General Development of rapid screening techniques for food processing and sorting - case "Contactless determination of composition of mixed by-products"
ILVO supports in the development of rapid and non-contact screening techniques. In doing so, it helps sensor producers develop or test new sensors and helps processing industries and integrators develop new or very specific applications. The ILVO Living Lab Agrifood Technology guides them in that issue.

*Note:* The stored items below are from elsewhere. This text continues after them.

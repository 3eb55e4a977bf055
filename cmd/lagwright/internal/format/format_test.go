package format

import (
	"math"
	"strings"
	"testing"
	"unicode"
	"unicode/utf8"
)

func at(v float64) *float64 { return &v }

func TestValue(t *testing.T) {
	for _, c := range []struct {
		v         float64
		low, high *float64
		unit      string
		want      string
	}{
		{12.4312, at(12.12), at(12.74), "K/V", "12.43 ± 0.31 K/V"},
		{12.4312, at(9.23), at(15.63), "K/V", "12.4 ± 3.2 K/V"},
		{1243.12, at(1120), at(1366), "s", "1243 ± 123 s"},
		{0.051, at(0.05), at(0.052), "s", "0.0510 ± 0.0010 s"},
		{-3.2, at(-3.3), at(-3.1), "K/V", "-3.20 ± 0.10 K/V"},
		{3.2, at(2.6), at(4.9), "s", "3.2 s (2.6 to 4.9)"},
		{3.2, at(2.6), nil, "s", "3.20 s (at least 2.60)"},
		{3.2, nil, at(4.9), "s", "3.2 s (at most 4.9)"},
		{3.2, nil, nil, "s", "3.2 s (no bound)"},
		{0.05, at(0.05), at(0.05), "s", "0.05 s"},
		{80, at(79.97), at(80.03), "degC", "80.000 ± 0.030 °C"},
		{0, at(-0.02), at(0.02), "K/s", "0.000 ± 0.020 K/s"},
		{3e-8, at(1e-8), at(5e-8), "K/s", "3.0e-8 ± 2.0e-8 K/s"},
		{3e-5, at(1e-5), at(5e-5), "K/s", "3.0e-5 ± 2.0e-5 K/s"},
		{0.4, at(0.4 - 2.2e-16), at(0.4 + 2.2e-16), "s", "0.4 s (exact to 6 digits)"},
		{-3e-17, at(-2e-16), at(1e-16), "K/s", "0 K/s (exact to 6 digits)"},
		{5, at(6), at(7), "s", "5.00 s (6.00 to 7.00)"}, // a bound that leaves the value out is shown, not hidden
	} {
		if got := Value(c.v, c.low, c.high, c.unit); got != c.want {
			t.Errorf("Value(%v) = %q, want %q", c.v, got, c.want)
		}
	}
}

func TestInterval(t *testing.T) {
	for _, c := range []struct {
		v         float64
		low, high *float64
		want      string
	}{
		{12.4, at(12.12), at(12.74), "12.12 to 12.74"}, {3.2, at(2.6), nil, "at least 2.60"}, {3.2, nil, at(4.9), "at most 4.9"},
		{3.2, nil, nil, "no bound"}, {3, at(3), at(3), "fixed"}, {4.2e-4, at(1.4e-4), at(7.0e-4), "1.4e-4 to 7.0e-4"},
	} {
		if got := Interval(c.v, c.low, c.high); got != c.want {
			t.Errorf("Interval(%v) = %q, want %q", c.v, got, c.want)
		}
	}
}

func TestNumber(t *testing.T) {
	for _, c := range []struct {
		v      float64
		digits int
		want   string
	}{
		{9.996, 3, "10.0"}, {1234.5, 3, "1234"}, {1235.5, 3, "1236"}, {0.0123456, 3, "0.0123"},
		{0.00012, 3, "1.20e-4"}, {1234567, 3, "1.23e6"}, {0, 3, "0"}, {-0.5, 2, "-0.50"},
		{2.2e-16, 3, "0"}, {-2.2e-16, 3, "0"}, {math.NaN(), 3, "-"}, {math.Inf(1), 3, "-"},
	} {
		if got := Number(c.v, c.digits); got != c.want {
			t.Errorf("Number(%v, %d) = %q, want %q", c.v, c.digits, got, c.want)
		}
	}
	if got := Short(12.500, 4); got != "12.5" {
		t.Errorf("Short(12.5) = %q", got)
	}
	if got := Short(100, 2); got != "100" {
		t.Errorf("Short(100) = %q", got)
	}
}

func TestDuration(t *testing.T) {
	for s, want := range map[float64]string{
		0: "0 s", 0.25: "250 ms", 0.9999: "1 s", 12.5: "12.5 s", 90: "90 s", 245: "4 min 5 s", 120: "2 min",
		7800: "2 h 10 min", 273600: "3 d 4 h", -245: "-4 min 5 s", 3599.7: "1 h",
	} {
		if got := Duration(s); got != want {
			t.Errorf("Duration(%v) = %q, want %q", s, got, want)
		}
	}
}

func TestTimeUnit(t *testing.T) {
	for longest, want := range map[float64]string{0: "s", 599: "s", 600: "min", 3599: "min", 3600: "h"} {
		if unit, seconds := TimeUnit(nil, &longest, at(0)); unit != want || longest/seconds >= 600 {
			t.Errorf("TimeUnit(%v) = %s of %v s, want %s", longest, unit, seconds, want)
		}
	}
	if unit, _ := TimeUnit(nil); unit != "s" {
		t.Errorf("no time is in %s", unit)
	}
}

func TestPercentNeverClaimsAll(t *testing.T) {
	for share, want := range map[float64]string{
		1: "100 %", 0: "0 %", 0.9999: "over 99.9 %", 0.0001: "under 0.1 %", 0.975: "97.5 %", 0.95: "95 %",
	} {
		if got := Percent(share); got != want {
			t.Errorf("Percent(%v) = %q, want %q", share, got, want)
		}
	}
}

func TestThousands(t *testing.T) {
	for n, want := range map[int]string{7: "7", 9999: "9999", 12000: "12 000", 1234567: "1 234 567", -123456: "-123 456"} {
		if got := Thousands(n); got != want {
			t.Errorf("Thousands(%d) = %q, want %q", n, got, want)
		}
	}
}

func TestTextShowsWhatHides(t *testing.T) {
	for in, want := range map[string]string{
		"TIC 7.PV °C":          "TIC 7.PV °C",
		"a\x1b[31mred":         `a\x1b[31mred`,
		"abc\u202egnp.exe":     `abc\u202egnp.exe`,
		"line\nbreak\ttab":     `line\nbreak\ttab`,
		"bad\xffbyte":          `bad\xffbyte`,
		"\ufeffmark":           `\ufeffmark`,
		"real \ufffd sign":     "real \ufffd sign",
		"<script>":             "<script>",
		"نیم\u200cفاصله":       "نیم\u200cفاصله", // the non-joiner is part of the word
		"\U000e0041tag":        `\U000e0041tag`,
		"c1 \u009b31m control": `c1 \u009b31m control`,
	} {
		if got := Text(in); got != want {
			t.Errorf("Text(%q) = %q, want %q", in, got, want)
		}
	}
}

func FuzzText(f *testing.F) {
	f.Add("a\x1b[0m\u2066b\xff")
	f.Fuzz(func(t *testing.T, s string) {
		got := Text(s)
		if !utf8.ValidString(got) {
			t.Fatalf("%q is not UTF-8", got)
		}
		if i := strings.IndexFunc(got, func(r rune) bool { return unicode.IsControl(r) || r == 0x202e }); i >= 0 {
			t.Fatalf("%q keeps a control character", got)
		}
	})
}

func TestUnitAndClip(t *testing.T) {
	for in, want := range map[string]string{"degC": "°C", "K/V": "K/V", "K/V2": "K/V²", "K/(V*s)": "K/(V·s)", "K/V^2": "K/V²"} {
		if got := Unit(in); got != want {
			t.Errorf("Unit(%q) = %q, want %q", in, got, want)
		}
	}
	if got := Clip("abcdef", 4); got != "abc…" {
		t.Errorf("Clip = %q", got)
	}
}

Opportunities for automation, increased efficiency and quality improvement
During sorting or processing, it is indispensable to be able to estimate product characteristics of raw and processed materials. In-line sensors can screen a large flow of products on a large scale. Although slightly less accurate, this makes for faster intervention than periodic point measurements (e.g. one sample is measured every half hour). Automatic adjustment of processes becomes possible based on quality parameters such as moisture content, color, and composition. Processing companies already apply this to a certain extent, but many opportunities are still open for further automation. This optimizes the use of raw materials, minimizes losses - e.g. by avoiding wrong settings - and results in excellent product quality. Such screening systems are often based on spectral image processing, which predict product characteristics using AI. ILVO has expertise in building such models and prototyping solutions or integrations, and recently expanded its analysis capacity with a mobile spectrophotometer with the support of the ERDF and FIO in the Fast-Analab project.
Prototyping an in-line sensor. How?
A sensor integrated in-line into a production line must be robust, fast and affordable. The prior development pathway examines to what extent quality parameters can be linked to the spectral response and which wavelengths need to be discriminated in order to get the right response.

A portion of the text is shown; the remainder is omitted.